▶ _Your assignment_:
With the line containing "static const sl_column *check_numeric(lua_State" as the start and the line containing "local T = require" as the end, transcribe that span of the entries below exactly, including both.

Stored data:
test("compare{} shows the front-door and IV routes beside the sets", function()
  local c = compare{data = fd, truth = fd_model, treatment = "x", outcome = "y", boot = 0}
  local row
  for _, r in ipairs(c) do if r.label == "front-door" then row = r end end
  eq(row ~= nil, true, "a front-door row by default: the graph has no adjustment set")
  eq(row.set_text, "front-door via {m}")
  local direct = estimate{data = fd, treatment = "x", outcome = "y", method = "frontdoor", via = "m"}
  eq(row.estimate, direct.estimate)
  eq(tostring(c):find("front-door via {m}", 1, true) ~= nil, true)
  -- routes = false leaves them out; routes = true adds them where sets exist
  local c2 = compare{data = fd, truth = fd_model, treatment = "x", outcome = "y", boot = 0, routes = false}
  for _, r in ipairs(c2) do eq(r.label ~= "front-door", true, "no route rows") end
  local c3 = compare{data = ivd, truth = iv_model, treatment = "x", outcome = "y", boot = 0, routes = true}
  local iv
  for _, r in ipairs(c3) do if r.label == "instrument" then iv = r end end
  eq(iv.set_text, "instrument z | {w}")
  eq(math.abs(iv.estimate - 0.4) < 4 * iv.se, true, "the IV row near the truth")
  raises(function() return compare{data = fd, truth = fd_model, treatment = "x", outcome = "y",
                                   routes = "yes"} end, 'compare: routes = "yes" must be true or false')
end)
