/* Build the new column from the value table on top into frame g. */
static int add_values(lua_State *L, sl_frame *g, const char *name, sl_error *e) {
  int vt = lua_gettop(L);
  size_t n = g->nrow, ntext = 0, nnum = 0;
  for (size_t i = 0; i < n; i++) {
    int t = lua_geti(L, vt, (lua_Integer)i + 1);
    if (t == LUA_TNUMBER) nnum++;
    else if (t == LUA_TSTRING) ntext++;
    else if (t != LUA_TNIL && !(t == LUA_TBOOLEAN && !lua_toboolean(L, -1)))
      luaL_argerror(L, 3, lua_pushfstring(L, "value %d is a %s; give numbers or texts "
                                          "(nil or false for missing)", (int)i + 1,
                                          luaL_typename(L, -1)));
    lua_pop(L, 1);
  }
  if (nnum && ntext) luaL_argerror(L, 3, "the values mix numbers and texts");
  if (!ntext) {
    double *x = lua_newuserdatauv(L, (n ? n : 1) * sizeof *x, 0);
    for (size_t i = 0; i < n; i++) {
      lua_geti(L, vt, (lua_Integer)i + 1);
      x[i] = lua_type(L, -1) == LUA_TNUMBER ? lua_tonumber(L, -1) : NAN;
      lua_pop(L, 1);
    }
    return sl_frame_add_numeric(g, name, x, e);
  }
  /* texts: the distinct ones sorted, then codes by binary search */
  const char **txt = lua_newuserdatauv(L, (n ? n : 1) * sizeof *txt, 0);
  int32_t *code = lua_newuserdatauv(L, (n ? n : 1) * sizeof *code, 0);
  size_t k = 0;
  for (size_t i = 0; i < n; i++) {
    lua_geti(L, vt, (lua_Integer)i + 1);
    if (lua_type(L, -1) == LUA_TSTRING) txt[k++] = lua_tostring(L, -1);  /* held by vt */
    lua_pop(L, 1);
  }
  qsort(txt, k, sizeof *txt, cmp_str);
  size_t nl = 0;
  for (size_t i = 0; i < k; i++)
    if (nl == 0 || strcmp(txt[nl - 1], txt[i]) != 0) txt[nl++] = txt[i];
  for (size_t i = 0; i < n; i++) {
    lua_geti(L, vt, (lua_Integer)i + 1);
    code[i] = -1;
    if (lua_type(L, -1) == LUA_TSTRING) {
      const char *s = lua_tostring(L, -1);
      const char **hit = bsearch(&s, txt, nl, sizeof *txt, cmp_str);
      code[i] = (int32_t)(hit - txt);
    }
    lua_pop(L, 1);
  }
  return sl_frame_add_categorical(g, name, code, txt, nl, e);
}

/* f:with_column(name, values): a new frame with the column added, or put
** in place of the column of that name. */
static int f_with_column(lua_State *L) {
  sl_frame *f = sl_bind_checkframe(L, 1);
  const char *name = luaL_checkstring(L, 2);
  lua_settop(L, 3);
  column_values(L, f);                                  /* 4: the values */
  int old = sl_frame_find(f, name);
  int *cols = lua_newuserdatauv(L, (f->ncol ? f->ncol : 1) * sizeof *cols, 0);
  size_t k = 0;
  for (size_t j = 0; j < f->ncol; j++)
    if ((int)j != old) cols[k++] = (int)j;
  frame_box *b = new_box(L);                            /* 6: the result */
  sl_error e;
  if (!(b->f = sl_frame_select(f, cols, k, &e))) return raise_err(L, "with_column", &e);
  lua_pushvalue(L, 4);
  if (add_values(L, b->f, name, &e) != SL_OK) return raise_err(L, "with_column", &e);
  if (old >= 0) {                  /* the new column goes where the old one was */
    sl_frame *g = b->f;
    sl_column c = g->col[g->ncol - 1];
    memmove(&g->col[old + 1], &g->col[old], (g->ncol - 1 - (size_t)old) * sizeof c);
    g->col[old] = c;
  }
  lua_pushvalue(L, 6);
  return 1;
}

static int f_write_csv(lua_State *L) {
  sl_frame *f = sl_bind_checkframe(L, 1);
  const char *path = luaL_checkstring(L, 2);
  sl_error e;
  if (sl_csv_write(f, path, &e) != SL_OK) return raise_err(L, "write_csv", &e);
  lua_pushvalue(L, 2);
  return 1;
}

static int f_fingerprint(lua_State *L) {
  sl_bind_checkframe(L, 1);
  lua_getiuservalue(L, 1, 1);
  if (lua_getfield(L, -1, "sha256") == LUA_TNIL) return 1;
  lua_getfield(L, -2, "bytes");
  return 2;
}

static int f_warnings(lua_State *L) {
  sl_bind_checkframe(L, 1);
  lua_getiuservalue(L, 1, 1);
  lua_getfield(L, -1, "warnings");
  lua_Integer n = luaL_len(L, -1);
  sl_bind_newlist(L, (int)n);
  for (lua_Integer k = 1; k <= n; k++) {
    lua_geti(L, -2, k);
    lua_rawseti(L, -2, k);
  }
  return 1;
}

static const luaL_Reg frame_methods[] = {
  {"names", f_names}, {"column", f_column}, {"summary", f_summary}, {"head", f_head},
  {"binarize", f_binarize}, {"select", f_select}, {"filter", f_filter}, {"row", f_row},
  {"with_column", f_with_column}, {"write_csv", f_write_csv},
  {"fingerprint", f_fingerprint}, {"warnings", f_warnings},
  {NULL, NULL}
};

/* f.method or f[column]; upvalue 1: the methods. */
static int f_index(lua_State *L) {
  sl_frame *f = sl_bind_checkframe(L, 1);
  if (lua_type(L, 2) != LUA_TSTRING)
    return luaL_error(L, "frames are indexed by column name, not by %s (f:row(i) gives "
                      "row i)", luaL_typename(L, 2));
  if (lua_getfield(L, lua_upvalueindex(1), lua_tostring(L, 2)) != LUA_TNIL) return 1;
  sl_error e;
  int j = sl_frame_lookup(f, lua_tostring(L, 2), &e);
  if (j < 0) return luaL_error(L, "%s", e.msg);
  push_column(L, 1, j);
  return 1;
}

static int f_newindex(lua_State *L) {
  return luaL_error(L, READONLY);
}

static int f_len(lua_State *L) {
  lua_pushinteger(L, (lua_Integer)sl_bind_checkframe(L, 1)->nrow);
  return 1;
}

static int f_gc(lua_State *L) {
  frame_box *b = luaL_checkudata(L, 1, SL_FRAME_MT);
  sl_frame_free(b->f);
  b->f = NULL;
  return 0;
}

static int f_tostring(lua_State *L) {
  sl_frame *f = sl_bind_checkframe(L, 1);
  if (hook_text(L, "frame_text", 1)) return 1;
  lua_pushfstring(L, "frame: %I rows, %I columns", (lua_Integer)f->nrow, (lua_Integer)f->ncol);
  return 1;
}

/* ---- columns ---- */

/* The column box at arg, its frame and column index. */
static const sl_column *check_col(lua_State *L, int arg, sl_frame **fp) {
  column_box *c = luaL_checkudata(L, arg, SL_COLUMN_MT);
  lua_getiuservalue(L, arg, 1);
  sl_frame *f = sl_bind_checkframe(L, -1);
  lua_pop(L, 1);   /* the column's user value keeps the frame alive */
  if (fp) *fp = f;
  return &f->col[c->j];
}

/* A numeric column, or an error naming the statistic. */
static const sl_column *check_numeric(lua_State *L, const char *what, size_t *nrow) {
  sl_frame *f;
  const sl_column *c = check_col(L, 1, &f);
  if (c->type != SL_NUMERIC)
    luaL_error(L, "column '%s' is categorical: it has no %s", c->name, what);
  *nrow = f->nrow;
  return c;
}
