-- sluice.replay: sluice --replay LOG.  Two processes: the parent reads and
-- parses the log, starts a child and judges every entry from what the
-- child sends back (framed records, src/shell/wire.c); the child confines
-- itself in the kernel (src/shell/confine.c) before the first line of the
-- log runs, and runs the entries in a Lua environment of its own.  The
-- child shares nothing with the parent that writes the report, so a log
-- can at worst spoil its own outputs, never the verdict.  The Lua-level
-- blocks here are for clear "blocked:" messages; the kernel makes them hold.
local R = {}

local S = require "sluice.session"
local P = require "sluice.print"
local T = require "sluice.logtext"

-- Captured now, before any replayed code runs: a log that patches the
-- string library in its own environment cannot reach these.
local real = S._real
local concat, pack, format = table.concat, table.pack, string.format
local find, sub, match, gsub, gmatch = string.find, string.sub, string.match, string.gsub,
                                      string.gmatch
local tostring, type, pairs, ipairs, select = tostring, type, pairs, ipairs, select
local setmetatable, getmetatable, rawequal = setmetatable, getmetatable, rawequal
local stdout = io.stdout

local M, hooks            -- the module and the hooks table, set by install

R.DEFAULT_LIMIT = 600     -- seconds an entry may run (--limit)
R.MAX_LOG = 1 << 30       -- bytes of a log that replay reads
R.MAX_RECORDS = 10000     -- records one entry may send
R.MAX_BYTES = 32 << 20    -- bytes one entry may send
R.MAX_LINES = 200000      -- lines one entry may print
R.MAX_TOTAL = 256 << 20   -- bytes all entries together may send
R.MAX_SHOWN = 10          -- differing lines of one entry shown in the report
R.MAX_WIDTH = 300         -- bytes of a shown line (the rest is counted)
R.MAX_PLACED = 1024       -- relative writes whose place in --out is shown as typed

local function say(...) real.fwrite(stdout, ...) end


-- ---- where a replay may write ----

-- Is path, which the replayed code wants to write, beneath the folder whose
-- real path is root?  The nearest folder above path that exists decides, and
-- no ".." may follow it; a link must lead beneath root, and a dangling link
-- is refused (writing through it would create its target).
local function inside(root, path)
  if not root or type(path) ~= "string" or path == "" or find(path, "\0", 1, true) then
    return false
  end
  local function under(p) return p == root or sub(p, 1, #root + 1) == root .. "/" end
  local kind = hooks.file_kind(path, true)
  if kind == "link" then
    local rp = hooks.realpath(path)
    return rp ~= nil and under(rp)
  elseif kind ~= nil then
    local rp = hooks.realpath(path)
    return rp ~= nil and under(rp)
  end
  local dir = match(path, "^(.*)/[^/]*$")
  if dir == nil then dir = "." elseif dir == "" then dir = "/" end
  local made = {}
  while not hooks.realpath(dir) do
    local up, last = match(dir, "^(.*)/([^/]*)$")
    if not up then up, last = ".", dir end
    if up == "" then up = "/" end
    made[#made + 1] = last
    if up == dir then return false end
    dir = up
  end
  for _, c in ipairs(made) do if c == ".." then return false end end
  return under(hooks.realpath(dir))
end

-- ---- where a replay's writes go ----
--
-- With --out DIR a write to a relative path p goes to DIR/p (realpath of
-- DIR), so a session that drew pictures replays into DIR; an absolute path
-- must already be beneath DIR.  inside() then decides on the place, as the
-- kernel does: Landlock allows writes beneath DIR only.  Reads are left as
-- recorded, relative to the working directory.

-- The place of a write to path, or nil when it is not beneath root.
local function place(root, path)
  if math.type(path) then path = tostring(path) end   -- Lua passes numbers as names
  if not root or type(path) ~= "string" or path == "" then return nil end
  local to = sub(path, 1, 1) == "/" and path or root .. "/" .. path
  if not inside(root, to) then return nil end
  return to
end

-- Make the folders of relative path p beneath root that the working
-- directory has, so that g:draw("figs/a.svg") finds figs/ as it did in the
-- session.  Only after place() accepted p; no ".." is followed, and each
-- folder made is checked to be beneath root.
local function mirror(root, p)
  local dir = match(p, "^(.*)/[^/]*$")
  if not dir or dir == "" or hooks.file_kind(dir) ~= "directory" then return end
  for c in gmatch(dir, "[^/]+") do if c == ".." then return end end
  local at = root
  for c in gmatch(dir, "[^/]+") do
    if c ~= "." then
      at = at .. "/" .. c
      if not inside(root, at) then return end
      if not hooks.file_kind(at, true) then hooks.mkdir(at) end
    end
  end
end

-- s with each plain occurrence of a replaced by b.
local function replace_plain(s, a, b)
  local out, i = {}, 1
  while true do
    local j = find(s, a, i, true)
    if not j then break end
    out[#out + 1] = sub(s, i, j - 1)
    out[#out + 1] = b
    i = j + #a
  end
  if i == 1 then return s end
  out[#out + 1] = sub(s, i)
  return concat(out)
end

-- The relative writes placed in --out, so that what an entry prints shows
-- the path as typed (root/p as p): {root=, list = {{to, from}}, seen = {}}.
local function new_placed(root) return {root = root, list = {}, seen = {}} end

local function note_placed(placed, to, from)
  if placed.seen[to] or #placed.list >= R.MAX_PLACED then return end
  placed.seen[to] = true
  placed.list[#placed.list + 1] = {to, from}
  table.sort(placed.list, function(a, b) return #a[1] > #b[1] end)
end

local function as_typed(placed, s)
  if not placed or #placed.list == 0 or not find(s, placed.root .. "/", 1, true) then return s end
  for _, m in ipairs(placed.list) do s = replace_plain(s, m[1], m[2]) end
  return s
end

local function copy(t)
  local c = {}
  for k, v in pairs(t) do c[k] = v end
  return c
end

-- The standard libraries a log sees, each its own copy: patching them in
-- the log changes nothing that the replay itself uses.
local LIBS = {"string", "table", "math", "utf8", "coroutine", "os", "io"}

▶ _Written answer_:
static const sl_column *check_numeric(lua_State *L, const char *what, size_t *nrow) {
  sl_frame *f;
  const sl_column *c = check_col(L, 1, &f);
  if (c->type != SL_NUMERIC)
    luaL_error(L, "column '%s' is categorical: it has no %s", c->name, what);
  *nrow = f->nrow;
  return c;
}
-- sluice.replay: sluice --replay LOG.  Two processes: the parent reads and
-- parses the log, starts a child and judges every entry from what the
-- child sends back (framed records, src/shell/wire.c); the child confines
-- itself in the kernel (src/shell/confine.c) before the first line of the
-- log runs, and runs the entries in a Lua environment of its own.  The
-- child shares nothing with the parent that writes the report, so a log
-- can at worst spoil its own outputs, never the verdict.  The Lua-level
-- blocks here are for clear "blocked:" messages; the kernel makes them hold.
local R = {}

local S = require "sluice.session"
local P = require "sluice.print"
local T = require "sluice.logtext"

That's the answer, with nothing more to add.